At last, it was time to feast. The table practically sagged beneath all that meat. One of the standouts was Dave’s barbeque sauce. I don’t think anyone would have objected if it had been served instead of the sangria. The secret? Coffee.

The brisket, true to my mother’s memory, was smoky, tender, juicy, and flavorful. It puts all other dry, stringy briskets to shame. Shame! I really enjoyed the texture of the chicken; it was so soft and moist, but I thought that the stuffing could have used some salt.

By dessert time, everyone had made good use of their canines and I had to cajole them into dessert. But I had anticipated this reluctance when I agonized over what dessert to make and thus selected the milk tart because it is much lighter than a cake or pie alternative. And it’s different.

And very tasty.

Eleven hours after Dave and I started, I and the other guests waddled home, having consumed our monthly quota of red meat and protein.
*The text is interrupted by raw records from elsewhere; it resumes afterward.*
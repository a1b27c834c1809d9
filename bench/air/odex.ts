import { createRequire } from 'node:module';

/** The part of the package `odex` that is used here. */
export interface OdexSolver {
  relativeTolerance: number;
  absoluteTolerance: number;
  solve(
    slopes: (x: number, y: number[]) => number[],
    x: number,
    y0: number[],
    xEnd: number,
  ): { y: number[] };
}

/**
 * Required and not imported: the package's types are its TypeScript source, which the compiler
 * would hold to this project's strictness.
 */
export const { Solver } = createRequire(import.meta.url)('odex') as {
  Solver: new (dimension: number) => OdexSolver;
};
I guess I’ll just have to become a social smoker.

Dave’s Barbeque Sauce

Makes about 4 cups

1 tablespoon canola or corn oil
2 cups chopped onions
2 to 3 minced fresh jalapenos
2 to 3 minced fresh serranos (or less if you don’t want the heat)
8 garlic cloves, minced
1 cup ketchup
¾ cup Worcestershire sauce
¾ cup strong black coffee
1/3 cup unsulphured dark molasses
¼ cup cider vinegar
¼ cup fresh lemon juice
¼ cup chili powder
2 tablespoons prepared yellow mustard
1 ½ teaspoons ground cumin
1 ½ teaspoons salt

In saucepan, warm oil over medium heat. Add onions, chiles, and garlic, and sauté over medium heat until everything is softened. Mix in the remaining ingredients and bring the sauce to a simmer. Cover and cook 35-40 minutes. Allow sauce to cool briefly.

Strain the sauce and puree the solids in a food processor. Return pureed mix to the sauce, stirring thoroughly. Refrigerate the sauce overnight to allow the flavors to meld.

Use the sauce warm or chilled, or just drink it out of a jug.